Following the victory of the Orange Revolution and Yushchenko's accession to the presidency, Stetskiv was appointed chairman of the National Television and Radio Broadcasting Council of Ukraine on 25 February 2005. In this position, Stetskiv primarily dedicated his efforts to ensuring the success of the Eurovision Song Contest 2005, with deputy chairman Andriy Shevchenko being in charge of efforts to increase transparency and establish a public broadcasting service. The two both resigned within eight months of their appointment, with Stetskiv leaving office on 8 September 2005. He later ran in the 2006 Ukrainian parliamentary election on the electoral list of an alliance between Reforms and Order and non-governmental organisation PORA. As the alliance failed to pass the 3% minimum threshold for entry into the Verkhovna Rada, Stetskiv lost his seat. He later served as an advisor to Yushchenko from 2006 to 2007. Stetskiv rejected the involvement of business figures (such as Petro Poroshenko) in the post-Orange Revolution government, arguing that they were remnants of Kuchma's presidency who lacked an interest in democracy or personal liberties.

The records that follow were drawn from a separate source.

package coilwright.web;

import static io.restassured.RestAssured.given;
import static org.hamcrest.Matchers.startsWith;
import static org.junit.jupiter.api.Assertions.assertEquals;
import static org.junit.jupiter.api.Assertions.assertFalse;
import static org.junit.jupiter.api.Assertions.assertTrue;

import io.restassured.response.Response;
import java.util.HashMap;
import java.util.LinkedHashMap;
import java.util.List;
import java.util.Map;
import org.jsoup.nodes.Element;
import org.junit.jupiter.api.BeforeEach;
import org.junit.jupiter.api.Test;
import org.junit.jupiter.api.extension.RegisterExtension;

Stetskiv was expelled from Reforms and Order on 16 November 2006. He later founded the People's Self-Defence movement alongside Lutsenko in January 2007, and participated in the 2007 Ukrainian parliamentary election as an independent candidate on the electoral list of the Our Ukraine – People's Self-Defense Bloc. As the 29th candidate on the list, Stetskiv was elected into the 6th Ukrainian Verkhovna Rada. He was deputy chairman of the bloc's faction in the Rada, and served on the Privatisation Committee and the Committee on the Fuel and Energy Complex, Nuclear Policy and Nuclear Security.

Stetskiv was the 7th candidate on the electoral list of the Civil Position party in the 2014 Ukrainian parliamentary election, though he was an independent at the time. As the party failed to pass the electoral threshold, he was not elected. During the war in Donbas, Stetskiv advocated for a referendum in the Donbas on whether it should remain as part of Ukraine followed by a referendum throughout the rest of Ukraine to affirm a border change. He argued that by doing so, Ukrainian politics would be unable to be "blackmailed" by pro-Russian politicians in the region.

Stetskiv is a member of the Free Nations of Post-Russia Forum, representing Ukraine.